Off late, I have been working with a large postgres
database that is used by
an app built in Django
. I wanted a partial dump of the database to try out
some experimental clean up scripts. I haven’t really used databases before,
and the last time I had to do this I did it in a pretty ad-hoc fashion. This
time around, I tried to do it more methodically and to document it.
The Django Route
I looked around for tools that let you do this, and found django-fixture-magic.
I first tried it out on my older partial dump (10% as large as the original db)
and it turned out to be reasonably fast and worked well, after making a few
changes to get it working with Python 3.x. Its kitchensink
flag to the
dump_object
seemed like a promising option, but didn’t really seem to get all
the required tables for ManyToManyFields. I worked around it, by getting a
dump of all the models which were related using Django’s dumpdata
.
Get a dump with objects of interest
The dump_object
command lets you run commands to select the objects that you
want to have in the dump, and that is quite a useful thing.
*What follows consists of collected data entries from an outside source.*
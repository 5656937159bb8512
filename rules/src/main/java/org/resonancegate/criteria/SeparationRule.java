package org.resonancegate.criteria;

import java.util.OptionalDouble;
import org.resonancegate.dynamics.Drives;
import org.resonancegate.dynamics.Mode;
import org.resonancegate.spec.Criterion;
import org.resonancegate.spec.Excitation;
import org.resonancegate.spec.ExcitationFrequency;

/**
 * separation: for every mode f_n and every excitation frequency f (order-only ones included),
 * β = f/f_n stays outside (1 − margin, 1 + margin). The value is the smallest |f/f_n − 1|; an
 * order sweeps the band n·[N_min, N_max]/60, so a band containing a mode gives 0. Ties go to the
 * lowest mode, then the lowest speed, then the first excitation listed.
 */
final class SeparationRule {

    private SeparationRule() {
    }

    /** One mode against one excitation at the closest approach. */
    private record Approach(double value, Mode mode, Excitation excitation, double omega, OptionalDouble speed,
                            double tieSpeed) {
    }

    static Finding evaluate(Criterion.Separation c, RuleContext ctx) {
        Approach worst = null;
        for (Mode mode : ctx.system().modes()) {
            double wn = mode.angularFrequency();
            if (!(wn > 0)) {
                continue; // a zero-frequency (free-body) mode is left out of separation
            }
            for (Excitation e : ctx.excitations()) {
                Approach a = approach(mode, wn, e, ctx);
                CriterionProblem.requireFinite(a.value(), "separation of mode " + mode.index() + " from '"
                        + e.name() + "'");
                if (worst == null || closer(a, worst)) {
                    worst = a;
                }
            }
        }
        if (worst == null) {
            throw new CriterionProblem("separation: the model has no mode with a non-zero frequency to check");
        }
        double margin = c.margin().value();
        double badness = margin != 0 ? (margin - worst.value()) / Math.abs(margin) : -worst.value();
        OptionalDouble speedRpm = worst.speed().isPresent()
                ? OptionalDouble.of(Display.rpmValue(worst.speed().getAsDouble())) : OptionalDouble.empty();
        Approach governing = worst;
        return new Finding(worst.value(), margin, "1", speedRpm,
                OptionalDouble.of(Display.hzValue(worst.omega())), badness,
                () -> message(governing, margin, badness > 0)); // worded only if this case governs
    }

    private static Approach approach(Mode mode, double wn, Excitation e, RuleContext ctx) {
        if (e.frequency() instanceof ExcitationFrequency.Order o) {
            double lo = o.order() * ctx.minSpeed();
            double hi = o.order() * ctx.maxSpeed();
            if (lo <= wn && wn <= hi) {
                double speed = ctx.fixedSpeed() ? ctx.minSpeed() : wn / o.order();
                return new Approach(0, mode, e, wn, OptionalDouble.of(speed), speed);
            }
            if (wn < lo) {
                return new Approach(lo / wn - 1, mode, e, lo, OptionalDouble.of(ctx.minSpeed()), ctx.minSpeed());
            }
            return new Approach(1 - hi / wn, mode, e, hi, OptionalDouble.of(ctx.maxSpeed()), ctx.maxSpeed());
        }
        double w = Drives.omega(e.frequency(), ctx.minSpeed());
        // A fixed frequency does not move with speed; a fixed-speed machine still reports its speed.
        OptionalDouble speed = ctx.fixedSpeed() ? OptionalDouble.of(ctx.minSpeed()) : OptionalDouble.empty();
        return new Approach(Math.abs(w / wn - 1), mode, e, w, speed, ctx.minSpeed());
    }

    /** Smaller value wins; among equals the lower mode, then the lower speed; else the earlier one stays. */
    private static boolean closer(Approach a, Approach current) {
        if (!Ties.same(a.value(), current.value())) {
            return a.value() < current.value();
        }
        if (a.mode().index() != current.mode().index()) {
            return a.mode().index() < current.mode().index();
        }
        return a.tieSpeed() < current.tieSpeed() && !Ties.same(a.tieSpeed(), current.tieSpeed());
    }

    private static String message(Approach a, double margin, boolean fails) {
        String mode = Display.mode(a.mode());
        String source = "excitation '" + a.excitation().name() + "'" + describe(a.excitation());
        if (a.value() == 0) {
            String where = a.speed().isPresent() ? " at " + Display.rpm(a.speed().getAsDouble()) : "";
            return source + " meets " + mode + where + "; the required separation is " + Display.percent(margin);
        }
        String at = a.speed().isPresent()
                ? " " + Display.speedAndFrequency(a.speed().getAsDouble(), a.omega())
                : " at " + Display.hz(a.omega());
        String verdict = fails
                ? "inside the " + Display.percent(margin) + " margin by "
                + Display.sig((margin - a.value()) * 100, 3) + " percentage points"
                : "outside the " + Display.percent(margin) + " margin";
        return source + at + " is " + Display.percent(a.value()) + " from " + mode + ", " + verdict;
    }

    private static String describe(Excitation e) {
        if (e.frequency() instanceof ExcitationFrequency.Order o) {
            return " (order " + Display.sig(o.order()) + ")";
        }
        return "";
    }
}
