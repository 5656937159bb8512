package org.resonancegate.criteria;

import java.util.List;
import java.util.Optional;
import java.util.OptionalDouble;
import org.resonancegate.spec.Criterion;
import org.resonancegate.spec.Quantity;

/**
 * static-deflection: the deflection under gravity of every spring lies within [min, max]. The
 * governing limit is the bound nearer to being broken (smaller relative distance); with several
 * springs the largest relative violation (or smallest clearance) governs. It does not depend on
 * speed, so speed and frequency stay empty.
 */
final class StaticDeflectionRule {

    private StaticDeflectionRule() {
    }

    static Finding evaluate(Criterion.StaticDeflection c, RuleContext ctx) {
        List<Double> deflections = ctx.system().staticDeflections();
        if (deflections.isEmpty()) {
            throw new CriterionProblem("static-deflection does not apply to this model (no gravity along a torsion line)");
        }
        List<String> labels = ctx.system().elementLabels();
        String worstLabel = "";
        double worstBadness = Double.NEGATIVE_INFINITY;
        double worstValue = Double.NaN;
        Quantity worstBound = null;
        boolean worstIsMin = false;
        for (int i = 0; i < deflections.size(); i++) {
            double d = deflections.get(i);
            String label = i < labels.size() ? labels.get(i) : "";
            CriterionProblem.requireFinite(d, "static deflection" + Display.named(" of ", label));
            if (c.min().isPresent()) {
                double b = Finding.belowBound(d, c.min().get().si());
                if (b > worstBadness) {
                    worstBadness = b;
                    worstValue = d;
                    worstBound = c.min().get();
                    worstIsMin = true;
                    worstLabel = label;
                }
            }
            if (c.max().isPresent()) {
                double b = Finding.aboveBound(d, c.max().get().si());
                if (b > worstBadness) {
                    worstBadness = b;
                    worstValue = d;
                    worstBound = c.max().get();
                    worstIsMin = false;
                    worstLabel = label;
                }
            }
        }
        if (worstBound == null) {
            throw new CriterionProblem("static-deflection needs a min or a max bound");
        }
        Display.UserUnit uu = Display.UserUnit.of(worstBound, "m");
        String bound = (worstIsMin ? "minimum " : "maximum ") + uu.format(worstBound.si());
        String verdict;
        if (worstBadness > 0) {
            verdict = (worstIsMin ? " is below the " : " is above the ") + bound + " by "
                    + Display.percent(worstBadness);
        } else {
            verdict = " keeps " + Display.percent(-worstBadness) + " from the " + bound;
        }
        Optional<String> range = c.min().isPresent() && c.max().isPresent()
                ? Optional.of(" (allowed " + uu.format(c.min().get().si()) + " to " + uu.format(c.max().get().si()) + ")")
                : Optional.empty();
        String message = "static deflection" + Display.named(" of ", worstLabel) + " " + uu.format(worstValue) + verdict + range.orElse("");
        return new Finding(worstValue, worstBound.si(), "m", OptionalDouble.empty(), OptionalDouble.empty(),
                worstBadness, message);
    }
}
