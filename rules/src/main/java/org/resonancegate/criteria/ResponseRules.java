package org.resonancegate.criteria;

import java.util.OptionalDouble;
import org.resonancegate.spec.Criterion;
import org.resonancegate.spec.Quantity;

/**
 * The three response-amplitude rules (displacement, velocity, transmitted force): each holds
 * when the combined response, worst over the speed range, stays at or below {@code max}.
 */
final class ResponseRules {

    private ResponseRules() {
    }

    static Finding displacement(Criterion.Displacement c, RuleContext ctx) {
        ResponseEnvelope.Measure measure = c.measure() == Criterion.DisplacementMeasure.PEAK_TO_PEAK
                ? ResponseEnvelope.Measure.PEAK_TO_PEAK : ResponseEnvelope.Measure.PEAK;
        return judge(ctx, ResponseEnvelope.Quantity.DISPLACEMENT, measure, c.max(), "m",
                "displacement", c.measure().key());
    }

    static Finding velocity(Criterion.Velocity c, RuleContext ctx) {
        ResponseEnvelope.Measure measure = c.measure() == Criterion.VelocityMeasure.PEAK
                ? ResponseEnvelope.Measure.PEAK : ResponseEnvelope.Measure.RMS;
        return judge(ctx, ResponseEnvelope.Quantity.VELOCITY, measure, c.max(), "m/s", "velocity",
                c.measure().key());
    }

    static Finding transmittedForce(Criterion.TransmittedForce c, RuleContext ctx) {
        return judge(ctx, ResponseEnvelope.Quantity.ELEMENT_FORCE, ResponseEnvelope.Measure.PEAK, c.max(), "N",
                "dynamic force in the spring", "peak");
    }

    private static Finding judge(RuleContext ctx, ResponseEnvelope.Quantity quantity,
                                 ResponseEnvelope.Measure measure, Quantity max, String unit, String what,
                                 String measureWord) {
        ResponseEnvelope.Worst w = ResponseEnvelope.worst(ctx, quantity, measure, what);
        double limit = max.si();
        double badness = Finding.aboveBound(w.value(), limit);
        Display.UserUnit uu = Display.UserUnit.of(max, unit);
        boolean speedShown = ctx.fixedSpeed() || w.speedDependent();
        OptionalDouble speedRpm = speedShown ? OptionalDouble.of(w.speed() * 60 / (2 * Math.PI)) : OptionalDouble.empty();
        OptionalDouble hz = Double.isFinite(w.omega()) ? OptionalDouble.of(w.omega() / (2 * Math.PI))
                : OptionalDouble.empty();
        String frequency = w.frequencies() > 1 ? "largest share at " + Display.hz(w.omega())
                : Display.hz(w.omega());
        String where = speedShown ? " at " + Display.rpm(w.speed()) + " (" + frequency + ")"
                : " (" + frequency + ")";
        String verdict = badness > 0
                ? " exceeds " + uu.format(limit) + " by " + Display.percent(badness)
                : " is within " + uu.format(limit) + " (" + Display.percent(-badness) + " below)";
        String message = what + " " + uu.format(w.value()) + " " + measureWord + where + verdict
                + IsolationRule.nearest(ctx, w.omega());
        return new Finding(w.value(), limit, unit, speedRpm, hz, badness, message);
    }
}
python manage.py dump_object dataset.Product -k --query '{"subcategory_id__in": [1886, ...]}' > products.json
Also, get a dump of related tables.
# Dump of related fields
python manage.py dumpdata dataset.Attribute > attributes.json
Create the new empty db
Next, create a new database where this fixture can be loaded!
# Create the db
sudo su - postgres
createdb mydb
# Create a user, if required
createuser -P
Grant access to the user
In the psql
prompt type the following to grant the user permissions for the
database.
GRANT ALL PRIVILEGES ON DATABASE mydb TO myuser;
Fix settings.py and create tables for the models.
Make changes to settings.py
to use the newly created database, and then
create the tables used by the app, and then load the data.
python manage.py syncdb
python manage.py loaddata products.json
Too slow!
This method worked and was reasonably fast when I was trying to get 20k rows from a table with about 200k rows, with all the dependencies.
But, when I tried to get a dump of about 200k rows from a table with 2M rows, it was way too slow to be of any use. There could’ve been a couple of reasons for this, which I didn’t have the time to look into, and debug.
-
The web-server where the
Django
app was running, and thedb
server with thepostgres
database were on different machines in separate datacenters, which could’ve been adding a significant amount of latency. -
Just the size of the database being much larger could be making it slower?
These are things I should be looking into and learning about, when I have more time at hand. For now, I needed a quicker way to get a dump. Even though the raw SQL route was more manual, it turned out to be much quicker.
Raw SQL dump route
Get a dump of the interesting tables
First, I had to get a dump of all the tables with the data I was interested in, one-by-one.
COPY (SELECT * FROM "dataset_product" WHERE ("dataset_product"."subcategory_id" IN (319557, 94589, 332, 406, 626, 1886) AND "dataset_product"."gender_id" = 1)) TO '/tmp/products.tsv'
COPY (SELECT * FROM "dataset_photo" WHERE "dataset_photo"."product_id" IN (SELECT U0."id" FROM "dataset_product" U0 WHERE (U0."subcategory_id" IN (319557, 94589, 332, 406, 626, 1886) AND U0."gender_id" = 1))) TO '/tmp/photos.tsv'
-- Copy a bunch of other tables!
Load the data from the dumps
-- syncdb
COPY dataset_product FROM '/tmp/products.tsv' ENCODING 'UTF8';
COPY dataset_photo FROM '/tmp/photos.tsv' ENCODING 'UTF8';
-- Copy a bunch of other tables!
Make tables writable
Some of the tables did not let me write anything to them, until I altered the sequence for these tables.
Automating
It would be pretty nice if all of this was automated – allow a user to enter
exactly the same kind of a query that django-fixture-magic
lets you run, and
figure out the SQL copies that need to be done to get the requested dump. Its
something that currently would qualify as yak-shaving, but may be a handy thing
to have. Someone somewhere possibly already has something that does this.